■ MATERIAL PROVIDED
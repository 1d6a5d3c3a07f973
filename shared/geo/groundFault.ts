import type { PlaceGeometry } from './geometryTypes.ts'

interface GroundPiece { kind: 'track' | 'water' | 'building' | 'hedge' | 'other'; geometry: PlaceGeometry; widthM: string | null }

/**
 * What a piece of the ground plan cannot be: a building without an outline, a track, water or hedge of one point, or a width on what is
 * no line. @returns the field and the code of its message, or null.
 */
export function groundFault({ kind, geometry, widthM }: GroundPiece): { path: 'geometry' | 'widthM'; code: string } | null {
  if (kind === 'building' && geometry.type !== 'Polygon') return { path: 'geometry', code: 'ground.needs_outline' }
  if (kind !== 'other' && geometry.type === 'Point') return { path: 'geometry', code: 'ground.needs_line' }
  return widthM !== null && geometry.type !== 'LineString' ? { path: 'widthM', code: 'ground.width_of_line' } : null
}
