import { reactive, type Reactive } from 'vue'
import type { Person } from '../../../shared/contract/person.ts'
import { useProof, type Proof } from './useProof.ts'
import { useSubmit } from '../form/useSubmit.ts'

export const PERSON_DEEDS = ['change', 'letGo', 'takeBack', 'pin', 'sessions', 'factor'] as const
/** What an owner does about a person. */
export type PersonDeed = (typeof PERSON_DEEDS)[number]

export interface PersonFields { name: string; role: string; pin: string }

/** The deeds that make sense for a person as they stand; one's own access is not ended here. */
export function deedsFor(person: Person, ownId: string | null): PersonDeed[] {
  const isOther = person.id !== ownId
  const open: Record<PersonDeed, boolean> = {
    change: true,
    letGo: person.active && isOther,
    takeBack: !person.active,
    pin: person.active && person.role === 'applicator' && person.signsWith !== 'password',
    sessions: person.signsWith !== null && isOther,
    factor: person.hasFactor && isOther,
  }
  return PERSON_DEEDS.filter((deed) => open[deed])
}

/** The form of one deed: its fields, and the password that proves it. */
export function usePersonDeed(farmId: () => string, person: () => Person, deed: () => PersonDeed): { fields: Reactive<PersonFields>; proof: Proof } {
  const { submit } = useSubmit()
  const fields = reactive<PersonFields>({ name: '', role: '', pin: '' })

  function send(password: string): Promise<unknown> {
    const { id, revision } = person()
    const about = { farmId: farmId(), id }
    const doings: Record<PersonDeed, () => Promise<unknown>> = {
      change: () => submit({ kind: 'person.change', ...about, body: { revision, password, name: fields.name, role: fields.role as 'owner' | 'manager' | 'applicator' } }),
      letGo: () => submit({ kind: 'person.change', ...about, body: { revision, password, active: false } }),
      takeBack: () => submit({ kind: 'person.change', ...about, body: { revision, password, active: true } }),
      pin: () => submit({ kind: 'person.pin', ...about, body: { revision, password, pin: fields.pin } }),
      sessions: () => submit({ kind: 'person.endSessions', ...about, body: { password } }),
      factor: () => submit({ kind: 'person.resetFactor', ...about, body: { password } }),
    }
    return doings[deed()]()
  }

  const proof = useProof(send, ['name', 'role', 'pin', 'password'])
  return {
    fields,
    proof: {
      ...proof,
      begin: () => {
        Object.assign(fields, { name: person().name, role: person().role, pin: '' })
        proof.begin()
      },
    },
  }
}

■ TASK PROMPT
Filter the lines above, keeping and copying those that contain "change".

■ RESPONSE BELOW
export const PERSON_DEEDS = ['change', 'letGo', 'takeBack', 'pin', 'sessions', 'factor'] as const
    change: true,
      change: () => submit({ kind: 'person.change', ...about, body: { revision, password, name: fields.name, role: fields.role as 'owner' | 'manager' | 'applicator' } }),
      letGo: () => submit({ kind: 'person.change', ...about, body: { revision, password, active: false } }),
      takeBack: () => submit({ kind: 'person.change', ...about, body: { revision, password, active: true } }),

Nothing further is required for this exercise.